Stethomyia is a subgenus of the mosquito genus Anopheles. The type species is Anopheles nimbus. There are five species in this subgenus.

History
This genus was created by Frederick Wallace Edwards in 1932.

Phylogeny
Of the seven extant subgenera of Anopheles, Stethomyia appears to be the earliest diverging clade.

This branching order is currently under examination and may be revised.

Distribution
This subgenus is found in the Caribbean and both Central and South America.

Countries where species of this subgenus are found include: Bolivia, Brazil, Costa Rica, Colombia, French Guiana, Guyana, Panama, Peru, Suriname, Trinidad and Tobago and Venezuela.
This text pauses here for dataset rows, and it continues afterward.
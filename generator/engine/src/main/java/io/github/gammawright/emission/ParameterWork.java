package io.github.gammawright.emission;

import io.github.gammawright.graph.Instruction;
import io.github.gammawright.graph.StraightLineProgram;
import java.util.BitSet;
import java.util.List;

/** Finds what depends on parameters alone and is needed at every evaluation: the values that a kernel keeps. */
final class ParameterWork {

    /** Arithmetic on literals up to this size is left in place: the Java compiler does it. */
    private static final int LARGEST_LITERAL = 3;

    private final StraightLineProgram program;
    private final BitSet kept = new BitSet();
    /** Operators in expressions of literals, −1 for values that are none. */
    private final int[] literal;

    private ParameterWork(StraightLineProgram program) {
        this.program = program;
        this.literal = literals(program);
    }

    /**
     * The values to keep.
     *
     * @param roots what evaluations want: results, and operands of the conditions on coordinates
     */
    static BitSet kept(StraightLineProgram program, List<Integer> roots) {
        ParameterWork work = new ParameterWork(program);
        BitSet pending = new BitSet();
        roots.stream().filter(root -> root >= 0).forEach(pending::set);
        for (int i = program.size() - 1; i >= 0; i--) {
            if (pending.get(i)) {
                work.visit(i, pending);
            }
        }
        return work.kept;
    }

    private void visit(int number, BitSet pending) {
        Instruction instruction = program.instruction(number);
        boolean sign = instruction instanceof Instruction.Negation;
        if (!program.isParameterOnly(number) || sign) {
            instruction.operands().forEach(pending::set);
        } else if (!(instruction instanceof Instruction.Load) && literal[number] < 0) {
            kept.set(number);
        }
    }

    private static int[] literals(StraightLineProgram program) {
        int[] literal = new int[program.size()];
        for (int i = 0; i < literal.length; i++) {
            Instruction instruction = program.instruction(i);
            boolean leaf = instruction instanceof Instruction.Constant || instruction instanceof Instruction.Pi;
            boolean arithmetic =
                    instruction instanceof Instruction.Arithmetic || instruction instanceof Instruction.Negation;
            literal[i] = leaf ? 0 : -1;
            if (arithmetic && instruction.operands().stream().allMatch(o -> literal[o] >= 0)) {
                int operators = 1;
                for (int operand : instruction.operands()) {
                    operators += literal[operand];
                }
                literal[i] = operators <= LARGEST_LITERAL ? operators : -1;
            }
        }
        return literal;
    }
}
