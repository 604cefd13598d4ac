package io.github.gammawright.emission;

import com.palantir.javapoet.MethodSpec;
import io.github.gammawright.emission.EmissionContext.InputUse;
import java.util.BitSet;
import java.util.List;
import javax.lang.model.element.Modifier;

/** Writes the private methods that compute the results. */
final class BodyMethods {

    private final EmissionContext context;
    private final Inlining inlining;
    private final List<InputUse> uses;

    BodyMethods(EmissionContext context) {
        this.context = context;
        List<Integer> roots = context.kernel().slots().stream()
                .flatMap(List::stream)
                .filter(value -> value >= 0)
                .toList();
        this.inlining = new Inlining(context.program(), roots, context.values()::isGiven, new BitSet());
        this.uses = context.inputUses(inlining);
    }

    /** The entries of the inputs that the method {@code compute} takes, in its order. */
    List<InputUse> uses() {
        return uses;
    }

    void emit() {
        MethodSpec.Builder method = MethodSpec.methodBuilder("compute").addModifiers(Modifier.PRIVATE);
        uses.forEach(use -> method.addParameter(double.class, use.name()));
        for (ArrayTarget target : context.resultTargets()) {
            method.addParameter(double[].class, target.name());
            method.addParameter(int.class, target.offset());
        }
        List<Statement> statements = Statements.of(inlining, context.kernel().slots());
        ExpressionPrinter printer = context.values().printer(inlining, context.functions());
        method.addCode(new StatementPrinter(printer, context.values(), context.resultTargets()).print(statements));
        context.type().addMethod(method.build());
    }
}
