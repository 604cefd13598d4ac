package io.github.gammawright.emission;

/**
 * An array as private methods see it.
 *
 * @param name the argument or field
 * @param offset the argument that says where the kernel's entries start, null where they start at 0
 */
record ArrayTarget(String name, String offset) {

    String element(int slot) {
        return name + "[" + position(slot) + "]";
    }

    String position(int slot) {
        if (offset == null) {
            return Integer.toString(slot);
        }
        return slot == 0 ? offset : offset + " + " + slot;
    }

    /** As it is passed to a method. */
    String argument() {
        return offset == null ? name : name + ", " + offset;
    }
}
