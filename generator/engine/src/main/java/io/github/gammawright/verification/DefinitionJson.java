package io.github.gammawright.verification;

/** Adds what was found of definitions to a JSON text. */
final class DefinitionJson {

    private final JsonWriter json;

    DefinitionJson(JsonWriter json) {
        this.json = json;
    }

    void add(DefinitionReport report) {
        json.beginObject();
        json.key("definition").value(report.definition());
        json.key("passed").value(report.passed());
        json.key("identities").beginArray();
        report.identities().forEach(this::add);
        json.endArray();
        json.key("claims").beginArray();
        report.claims().forEach(this::add);
        json.endArray();
        json.key("independentOf").beginArray();
        report.cyclic().forEach(json::value);
        json.endArray();
        json.endObject();
    }

    private void add(IdentityReport identity) {
        json.beginObject();
        json.key("identity").value(identity.name());
        json.key("formula").value(identity.formula());
        json.key("points").value(identity.points());
        json.key("compared").value(identity.compared());
        json.key("worstOfAllowed").value(identity.worst());
        json.key("violations").value(identity.violations());
        json.key("worstViolation");
        if (identity.worstViolation().isPresent()) {
            IdentityReport.Residual worst = identity.worstViolation().get();
            json.beginObject();
            json.key("indices").beginArray();
            worst.indices().forEach(json::value);
            json.endArray();
            numbers("parameters", worst.parameters());
            numbers("point", worst.point());
            json.key("value").value(worst.value());
            json.key("allowed").value(worst.allowed());
            json.endObject();
        } else {
            json.value((String) null);
        }
        json.endObject();
    }

    private void add(ClaimReport claim) {
        json.beginObject();
        json.key("claim").value(claim.claim());
        json.key("verdict").value(claim.verdict().text());
        json.key("points").value(claim.points());
        json.key("because").value(claim.explanation());
        json.key("witness");
        if (claim.witness().isPresent()) {
            ClaimReport.Witness witness = claim.witness().get();
            json.beginObject();
            json.key("component").value(witness.component());
            numbers("parameters", witness.parameters());
            numbers("point", witness.point());
            json.key("value").value(witness.value());
            json.endObject();
        } else {
            json.value((String) null);
        }
        json.endObject();
    }

    private void numbers(String key, Iterable<Double> values) {
        json.key(key).beginArray();
        values.forEach(json::value);
        json.endArray();
    }
}
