package io.github.gammawright.emission;

import com.palantir.javapoet.MethodSpec;
import com.palantir.javapoet.TypeSpec;
import io.github.gammawright.geometry.Quantity;
import io.github.gammawright.graph.Instruction;
import io.github.gammawright.graph.StraightLineProgram;
import io.github.gammawright.graph.Symbol;
import java.util.ArrayList;
import java.util.BitSet;
import java.util.EnumMap;
import java.util.HashMap;
import java.util.List;
import java.util.Map;
import java.util.function.IntPredicate;

/**
 * What the writers of a class's parts share.
 *
 * @param names of everything that has a name outside the bodies
 * @param kernel what is computed
 * @param values names of the computed values
 * @param functions how functions are called
 * @param kept the values on parameters alone that the constructor computes for later
 * @param type the class under construction
 * @param privateMethods what the class ends with
 */
record EmissionContext(
        KernelModel model,
        KernelNames names,
        KernelProgram kernel,
        ValueNames values,
        FunctionNames functions,
        BitSet kept,
        TypeSpec.Builder type,
        List<MethodSpec> privateMethods) {

    static EmissionContext of(KernelModel model, TypeSpec.Builder type) {
        KernelNames names = new KernelNames(model);
        KernelProgram kernel = KernelProgram.of(model);
        StraightLineProgram program = kernel.program();
        ValueNames values = new ValueNames(program, names, componentNames(model));
        List<Integer> roots = new ArrayList<>();
        kernel.slots().forEach(roots::addAll);
        for (KernelModel.Condition condition : kernel.conditions()) {
            if (!kernel.isOnParameters(condition)) {
                roots.addAll(condition.operands());
            }
        }
        BitSet kept = ParameterWork.kept(program, roots);
        return new EmissionContext(
                model,
                names,
                kernel,
                values,
                new FunctionNames(model.className(), model.sharedTrigonometry()),
                kept,
                type,
                new ArrayList<>());
    }

    StraightLineProgram program() {
        return kernel.program();
    }

    boolean isSingle() {
        return model.results().size() == 1;
    }

    /** The number of entries of a result array. */
    int length(int result) {
        return model.results().get(result).slots().size();
    }

    /** The constant that holds it. */
    String lengthConstant(int result) {
        return KernelNames.lengthConstant(model.results().get(result).quantity(), isSingle());
    }

    /** The results as private methods see them. */
    List<ArrayTarget> resultTargets() {
        List<ArrayTarget> targets = new ArrayList<>();
        for (int r = 0; r < model.results().size(); r++) {
            targets.add(new ArrayTarget(names.results().get(r), names.offsets().get(r)));
        }
        return targets;
    }

    /**
     * The entries of inputs that a body uses, in the order of the inputs.
     *
     * @param used whether it uses a value of the program
     * @param coordinates what it uses besides, by the author's names
     */
    List<InputUse> inputUses(IntPredicate used, List<String> coordinates) {
        Map<Symbol.Kind, BitSet> entries = new EnumMap<>(Symbol.Kind.class);
        for (int i = 0; i < program().size(); i++) {
            if (used.test(i) && program().instruction(i) instanceof Instruction.Load load) {
                Symbol symbol = load.symbol();
                entries.computeIfAbsent(symbol.kind(), kind -> new BitSet()).set(symbol.index());
            }
        }
        for (String coordinate : coordinates) {
            int index = model.definition().coordinates().indexOf(coordinate);
            entries.computeIfAbsent(Symbol.Kind.COORDINATE, kind -> new BitSet())
                    .set(index);
        }
        List<InputUse> uses = new ArrayList<>();
        for (KernelInput input : names.inputs()) {
            entries.getOrDefault(input.kind(), new BitSet()).stream()
                    .forEach(i ->
                            uses.add(new InputUse(input, i, names.scalars(input).get(i))));
        }
        return uses;
    }

    /** An entry of an input that a body reads. */
    record InputUse(KernelInput input, int index, String name) {}

    /** {@code christoffel_t_t_r} for the value behind that entry; the first entry counts. */
    private static Map<Integer, String> componentNames(KernelModel model) {
        Map<Integer, String> names = new HashMap<>();
        List<String> coordinates = model.definition().coordinates();
        for (KernelModel.Result result : model.results()) {
            for (int slot = 0; slot < result.slots().size(); slot++) {
                StringBuilder name = new StringBuilder(result.quantity().variableName());
                // the flow by time has no entries for the time, though its positions count from 0
                int first = result.quantity() == Quantity.HAMILTONIAN_FLOW_BY_TIME
                        ? 1
                        : result.shape().first();
                for (int index : result.components().get(slot)) {
                    int coordinate = index + first;
                    name.append('_').append(coordinate < coordinates.size() ? coordinates.get(coordinate) : coordinate);
                }
                names.putIfAbsent(result.slots().get(slot), name.toString());
            }
        }
        return names;
    }
}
The species in this subgenus are forest mosquitoes and to date have been poorly studied. Larvae and pupal forms have been found in shaded marshy and swampy areas along streams within forests. Adult females are known to feed on humans.

Description
Eggs:

Larvae:

 Widely separated seta 2-C
 The long pleural setae have thorn-like branches on one side only
 Abdominal setae 1 are vestigial or absent
 Anterolateral spiracular lobes have a narrow finger-like process
 Spiracles are prominent and widely spaced

Pupae:

Pupae do not seem to bear subgeneric characters.

Adults:

These species are all dark mosquitoes and lack pale scaling on the maxillary palpi, wings or legs found in other species.

They have a median longitudinal silvery stripe on the scutum and lack prealar setae.

Male genitalia gonocoxites have an internal seta and a single long parabasal seta that is not borne on a tubercle.

Medical importance
None of the species in this genus transmit malaria.